Understanding the disorder to order transitions in block copolymers: How do complex phases nucleate?
Block copolymers are known to self-assemble into a multitude of phases with vastly different geometries, depending on the ordering of its molecules. Due to their highly regular patterns, these phases find use in applications ranging from high-surface area separation membranes, to catalysts, solar cells, and energy storage devices. In order to tap into the unique properties of the different phases, we need to be able to design and control its formation. This requires a deeper understanding of the mechanisms through which it self-assembles.
Order Parameters (OP) are variables used to track the changes occurring in the system as it transitions from disorder to order. Often times, the definition of an optimal OP is highly nontrivial especially for complex systems like block copolymers, and there exists a need to develop simple and general strategies for identifying known phase transitions.

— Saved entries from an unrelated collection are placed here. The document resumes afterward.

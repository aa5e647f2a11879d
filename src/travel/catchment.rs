//! Network catchments: every point's cheapest site by travel cost, from one multi-source
//! search (all sites start at once), with the load and cost of each site.

use rayon::prelude::*;

use super::graph::TravelGraph;
use super::search::{check_limit, label_nodes};
use super::snap::Spot;
use crate::error::{Error, Result};
use crate::geometry::{validate_weights, CompensatedSum, Weights};

/// Every point's cheapest site, travelling from the sites to the points.
#[derive(Debug, Clone, PartialEq)]
pub struct NetworkCatchments {
    /// Site row of every point; `None` where no site reaches it (another component, cut off
    /// by one-way edges, or beyond the limit).
    pub site: Vec<Option<u32>>,
    /// Travel cost from that site; `f64::NAN` where unreachable.
    pub cost: Vec<f64>,
    /// Weight each site serves.
    pub load: Vec<f64>,
    /// Number of points each site serves.
    pub count: Vec<usize>,
    /// Cheapest travel cost to every node from any site (`f64::NAN` where unreached).
    pub node_cost: Vec<f64>,
    /// The site of every node (`None` where unreached).
    pub node_site: Vec<Option<u32>>,
    /// Weight and number of the points no site reaches.
    pub unreachable_weight: f64,
    /// Number of points no site reaches.
    pub unreachable: usize,
    /// Σ weight × cost over the reached points.
    pub total_cost: f64,
    /// Largest cost over the reached points (0 when none is reached).
    pub worst_cost: f64,
}

/// Every point's cheapest site by travel cost from the site to the point.
///
/// One multi-source Dijkstra search (Dijkstra 1959) labels every node with its cheapest
/// site; a point part-way along an edge then takes the cheaper of its edge's two ends (in
/// the directions the edge allows) and of any site on the same edge. Ties go to the lower
/// site row.
///
/// # Errors
/// [`Error::TooFewPoints`] without sites; weight errors as [`validate_weights`];
/// [`Error::InvalidParameter`] for a bad limit.
///
/// # Runtime
/// O(A + N log N) for the search, then O(1) per point, parallel over points.
pub fn network_catchments(
    graph: &TravelGraph,
    points: &[Spot],
    sites: &[Spot],
    weights: Weights<'_>,
    limit: Option<f64>,
) -> Result<NetworkCatchments> {
    if sites.is_empty() {
        return Err(Error::TooFewPoints { argument: "sites", needed: 1, got: 0, counted: "sites" });
    }
    validate_weights("weights", weights, points.len())?;
    let limit = check_limit(limit)?;
    let (dist, label) = label_nodes(graph, sites, limit);
    let mut by_edge: Vec<(u32, u32)> = sites
        .iter()
        .enumerate()
        .filter_map(|(s, spot)| match spot {
            Spot::OnEdge { edge, .. } => Some((*edge, s as u32)),
            Spot::Node(_) => None,
        })
        .collect();
    by_edge.sort_unstable();
    let best: Vec<(Option<u32>, f64)> = points
        .par_iter()
        .with_min_len(4096)
        .map(|&p| {
            let mut best: (Option<u32>, f64) = (None, f64::INFINITY);
            let mut offer = |s: u32, c: f64| {
                if c <= limit && (c < best.1 || (c == best.1 && best.0.is_some_and(|b| s < b))) {
                    best = (Some(s), c);
                }
            };
            for (u, extra) in graph.arrive(p).iter() {
                if label[u as usize] != u32::MAX {
                    offer(label[u as usize], dist[u as usize] + extra);
                }
            }
            if let Spot::OnEdge { edge, .. } = p {
                let lo = by_edge.partition_point(|x| x.0 < edge);
                for &(e, s) in &by_edge[lo..] {
                    if e != edge {
                        break;
                    }
                    if let Some(c) = graph.direct(sites[s as usize], p) {
                        offer(s, c);
                    }
                }
            }
            (best.0, if best.0.is_some() { best.1 } else { f64::NAN })
        })
        .collect();
    let mut load = vec![CompensatedSum::default(); sites.len()];
    let mut count = vec![0usize; sites.len()];
    let (mut lost, mut unreachable) = (CompensatedSum::default(), 0usize);
    let (mut total, mut worst) = (CompensatedSum::default(), 0.0f64);
    for (i, &(s, c)) in best.iter().enumerate() {
        let w = weights.get(i);
        match s {
            Some(s) => {
                load[s as usize].add(w);
                count[s as usize] += 1;
                total.add(w * c);
                worst = worst.max(c);
            }
            None => {
                lost.add(w);
                unreachable += 1;
            }
        }
    }
    Ok(NetworkCatchments {
        site: best.iter().map(|b| b.0).collect(),
        cost: best.iter().map(|b| b.1).collect(),
        load: load.iter().map(|l| l.total()).collect(),
        count,
        node_cost: dist.iter().map(|&d| if d.is_finite() { d } else { f64::NAN }).collect(),
        node_site: label.iter().map(|&s| (s != u32::MAX).then_some(s)).collect(),
        unreachable_weight: lost.total(),
        unreachable,
        total_cost: total.total(),
        worst_cost: worst,
    })
}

In this talk, I will discuss a pattern recognition-based framework that we developed to track the kinetics of order-disorder phase transitions in common block copolymer systems. The OP framework was also found to be a suitable tool to map the free energy landscapes of a system undergoing this phase transition.
The proposed framework can potentially be improved by incorporating machine learning techniques to automatically detect incipient structural patterns as they form. Much of my ongoing work is thus centered around this idea and I’ll briefly discuss the various methods, that we believe would make our OP framework applicable to a much broader range of materials.